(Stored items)
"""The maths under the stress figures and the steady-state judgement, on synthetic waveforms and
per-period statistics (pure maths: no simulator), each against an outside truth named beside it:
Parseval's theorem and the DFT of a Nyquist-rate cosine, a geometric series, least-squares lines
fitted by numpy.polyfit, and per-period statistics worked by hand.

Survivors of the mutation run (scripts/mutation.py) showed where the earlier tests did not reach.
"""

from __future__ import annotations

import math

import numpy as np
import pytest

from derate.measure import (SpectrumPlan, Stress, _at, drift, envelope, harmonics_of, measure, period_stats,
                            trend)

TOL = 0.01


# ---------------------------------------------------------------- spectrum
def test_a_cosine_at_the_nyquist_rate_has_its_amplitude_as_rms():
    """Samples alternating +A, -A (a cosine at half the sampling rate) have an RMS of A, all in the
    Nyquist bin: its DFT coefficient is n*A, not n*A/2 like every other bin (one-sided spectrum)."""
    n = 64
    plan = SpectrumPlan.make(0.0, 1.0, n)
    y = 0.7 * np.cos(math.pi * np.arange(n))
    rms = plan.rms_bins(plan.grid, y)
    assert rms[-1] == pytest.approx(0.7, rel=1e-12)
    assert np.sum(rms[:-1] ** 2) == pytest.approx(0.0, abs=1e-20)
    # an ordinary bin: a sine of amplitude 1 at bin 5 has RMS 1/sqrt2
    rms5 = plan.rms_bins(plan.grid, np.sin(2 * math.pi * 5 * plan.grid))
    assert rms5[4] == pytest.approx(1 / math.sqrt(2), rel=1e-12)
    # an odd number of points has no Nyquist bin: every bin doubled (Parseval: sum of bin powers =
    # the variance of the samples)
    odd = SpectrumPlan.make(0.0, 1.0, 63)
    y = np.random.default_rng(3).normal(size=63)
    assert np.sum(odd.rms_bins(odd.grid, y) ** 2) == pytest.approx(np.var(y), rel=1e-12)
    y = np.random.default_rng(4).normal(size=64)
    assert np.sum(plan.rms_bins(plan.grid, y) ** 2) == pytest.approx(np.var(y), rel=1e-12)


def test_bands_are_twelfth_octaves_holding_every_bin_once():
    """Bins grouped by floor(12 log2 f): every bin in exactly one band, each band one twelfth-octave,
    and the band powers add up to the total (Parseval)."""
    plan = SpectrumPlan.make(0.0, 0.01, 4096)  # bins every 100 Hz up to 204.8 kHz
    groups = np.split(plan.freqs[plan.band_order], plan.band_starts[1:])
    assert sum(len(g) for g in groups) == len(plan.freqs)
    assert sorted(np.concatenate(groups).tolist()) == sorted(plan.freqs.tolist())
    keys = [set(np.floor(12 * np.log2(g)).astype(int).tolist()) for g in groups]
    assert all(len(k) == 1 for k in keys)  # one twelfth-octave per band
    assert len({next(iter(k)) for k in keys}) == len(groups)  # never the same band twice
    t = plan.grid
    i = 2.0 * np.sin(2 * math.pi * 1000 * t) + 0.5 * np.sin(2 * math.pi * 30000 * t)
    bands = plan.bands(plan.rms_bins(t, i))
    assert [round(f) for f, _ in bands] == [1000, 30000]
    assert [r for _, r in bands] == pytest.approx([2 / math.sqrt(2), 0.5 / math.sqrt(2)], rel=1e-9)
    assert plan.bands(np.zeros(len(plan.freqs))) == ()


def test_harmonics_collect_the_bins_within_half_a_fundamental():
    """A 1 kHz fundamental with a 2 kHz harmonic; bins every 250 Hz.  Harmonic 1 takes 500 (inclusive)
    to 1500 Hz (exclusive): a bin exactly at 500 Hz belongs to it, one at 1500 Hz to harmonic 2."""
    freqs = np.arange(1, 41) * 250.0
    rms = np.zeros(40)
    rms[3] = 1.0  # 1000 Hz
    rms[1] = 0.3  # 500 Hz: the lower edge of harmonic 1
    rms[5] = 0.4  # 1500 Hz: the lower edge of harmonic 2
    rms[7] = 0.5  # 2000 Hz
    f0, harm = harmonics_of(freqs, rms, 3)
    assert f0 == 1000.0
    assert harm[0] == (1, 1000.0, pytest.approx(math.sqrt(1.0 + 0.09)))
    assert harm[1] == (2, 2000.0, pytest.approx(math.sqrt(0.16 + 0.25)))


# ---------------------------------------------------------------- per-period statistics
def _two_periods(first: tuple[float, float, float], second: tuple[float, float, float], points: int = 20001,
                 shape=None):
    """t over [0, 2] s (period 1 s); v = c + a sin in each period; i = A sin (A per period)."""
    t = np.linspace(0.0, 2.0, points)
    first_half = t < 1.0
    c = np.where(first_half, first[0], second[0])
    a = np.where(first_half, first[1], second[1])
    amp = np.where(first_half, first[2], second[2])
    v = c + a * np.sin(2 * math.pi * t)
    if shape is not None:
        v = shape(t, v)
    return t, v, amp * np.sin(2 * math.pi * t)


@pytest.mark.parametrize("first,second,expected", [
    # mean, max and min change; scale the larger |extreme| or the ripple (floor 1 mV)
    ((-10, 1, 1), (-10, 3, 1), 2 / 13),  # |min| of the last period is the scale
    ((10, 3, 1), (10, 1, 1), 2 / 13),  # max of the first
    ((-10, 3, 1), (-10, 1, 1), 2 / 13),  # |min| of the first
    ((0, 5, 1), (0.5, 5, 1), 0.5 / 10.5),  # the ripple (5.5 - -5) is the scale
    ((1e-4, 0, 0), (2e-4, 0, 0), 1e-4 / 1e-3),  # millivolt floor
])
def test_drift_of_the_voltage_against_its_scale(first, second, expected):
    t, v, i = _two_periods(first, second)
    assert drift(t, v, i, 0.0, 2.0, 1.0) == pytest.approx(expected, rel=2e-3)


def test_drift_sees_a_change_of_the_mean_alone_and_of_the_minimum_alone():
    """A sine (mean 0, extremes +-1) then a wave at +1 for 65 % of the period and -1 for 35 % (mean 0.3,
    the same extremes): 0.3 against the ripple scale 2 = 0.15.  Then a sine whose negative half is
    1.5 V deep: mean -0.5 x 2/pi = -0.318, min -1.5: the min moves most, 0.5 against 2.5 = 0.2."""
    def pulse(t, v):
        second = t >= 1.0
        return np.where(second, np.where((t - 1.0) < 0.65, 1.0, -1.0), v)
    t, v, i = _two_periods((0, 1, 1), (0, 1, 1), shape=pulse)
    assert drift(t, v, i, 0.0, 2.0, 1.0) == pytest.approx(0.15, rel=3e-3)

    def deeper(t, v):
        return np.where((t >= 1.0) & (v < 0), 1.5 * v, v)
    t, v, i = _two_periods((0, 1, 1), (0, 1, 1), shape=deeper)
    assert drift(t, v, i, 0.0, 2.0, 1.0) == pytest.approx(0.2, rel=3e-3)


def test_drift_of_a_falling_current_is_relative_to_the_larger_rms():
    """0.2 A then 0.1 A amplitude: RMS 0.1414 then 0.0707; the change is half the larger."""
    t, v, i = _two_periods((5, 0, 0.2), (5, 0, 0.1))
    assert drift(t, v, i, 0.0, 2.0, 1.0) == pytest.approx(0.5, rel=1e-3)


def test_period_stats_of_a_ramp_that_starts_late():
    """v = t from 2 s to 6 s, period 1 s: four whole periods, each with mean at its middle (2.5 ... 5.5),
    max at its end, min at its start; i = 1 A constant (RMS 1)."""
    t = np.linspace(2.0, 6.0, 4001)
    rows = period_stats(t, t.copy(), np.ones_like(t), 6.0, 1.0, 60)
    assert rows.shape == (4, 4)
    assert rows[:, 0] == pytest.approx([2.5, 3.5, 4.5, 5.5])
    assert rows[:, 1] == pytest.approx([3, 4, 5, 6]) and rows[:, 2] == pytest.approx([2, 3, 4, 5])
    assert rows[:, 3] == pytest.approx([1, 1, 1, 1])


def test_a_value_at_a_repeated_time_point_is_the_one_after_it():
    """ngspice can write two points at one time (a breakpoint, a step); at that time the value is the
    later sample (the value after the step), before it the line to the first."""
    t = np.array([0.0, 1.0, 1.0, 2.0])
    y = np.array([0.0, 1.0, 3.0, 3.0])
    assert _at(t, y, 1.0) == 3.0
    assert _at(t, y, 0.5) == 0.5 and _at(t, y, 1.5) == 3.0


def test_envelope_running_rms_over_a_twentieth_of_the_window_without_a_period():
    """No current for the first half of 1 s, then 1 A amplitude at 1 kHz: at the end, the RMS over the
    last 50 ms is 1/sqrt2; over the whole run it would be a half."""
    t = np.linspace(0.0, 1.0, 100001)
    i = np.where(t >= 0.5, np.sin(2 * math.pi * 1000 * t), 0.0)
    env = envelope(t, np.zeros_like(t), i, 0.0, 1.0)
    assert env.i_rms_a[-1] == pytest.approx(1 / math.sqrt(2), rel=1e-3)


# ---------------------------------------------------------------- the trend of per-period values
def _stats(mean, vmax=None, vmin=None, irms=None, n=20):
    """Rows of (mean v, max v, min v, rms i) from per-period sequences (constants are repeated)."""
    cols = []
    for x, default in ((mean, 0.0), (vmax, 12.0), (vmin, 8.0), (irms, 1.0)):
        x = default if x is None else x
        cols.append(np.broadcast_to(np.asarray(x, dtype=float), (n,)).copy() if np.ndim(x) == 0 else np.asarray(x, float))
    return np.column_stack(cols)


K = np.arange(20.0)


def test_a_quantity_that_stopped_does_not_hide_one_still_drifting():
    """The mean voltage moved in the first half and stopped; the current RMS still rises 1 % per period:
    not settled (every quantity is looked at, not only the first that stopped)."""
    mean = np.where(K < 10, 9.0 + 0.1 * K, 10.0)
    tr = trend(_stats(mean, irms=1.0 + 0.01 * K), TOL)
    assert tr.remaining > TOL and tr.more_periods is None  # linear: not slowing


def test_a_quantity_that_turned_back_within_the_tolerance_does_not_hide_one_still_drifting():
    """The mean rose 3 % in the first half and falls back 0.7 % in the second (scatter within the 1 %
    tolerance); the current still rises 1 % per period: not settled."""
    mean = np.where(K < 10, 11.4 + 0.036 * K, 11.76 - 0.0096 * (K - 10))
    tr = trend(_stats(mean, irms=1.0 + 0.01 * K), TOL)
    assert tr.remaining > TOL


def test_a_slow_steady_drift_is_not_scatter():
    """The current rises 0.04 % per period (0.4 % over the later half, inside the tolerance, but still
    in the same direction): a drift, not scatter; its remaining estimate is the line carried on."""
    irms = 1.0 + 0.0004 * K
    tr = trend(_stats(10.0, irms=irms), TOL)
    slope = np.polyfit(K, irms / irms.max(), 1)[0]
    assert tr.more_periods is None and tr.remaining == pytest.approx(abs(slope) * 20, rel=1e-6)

### Your instructions
Among the records above, extract exactly the lines from the line with "of per-period values" to the line with "else np.asarray(x, float))", both lines included, and leave out the rest.

### Answer space
# ---------------------------------------------------------------- the trend of per-period values
def _stats(mean, vmax=None, vmin=None, irms=None, n=20):
    """Rows of (mean v, max v, min v, rms i) from per-period sequences (constants are repeated)."""
    cols = []
    for x, default in ((mean, 0.0), (vmax, 12.0), (vmin, 8.0), (irms, 1.0)):
        x = default if x is None else x
        cols.append(np.broadcast_to(np.asarray(x, dtype=float), (n,)).copy() if np.ndim(x) == 0 else np.asarray(x, float))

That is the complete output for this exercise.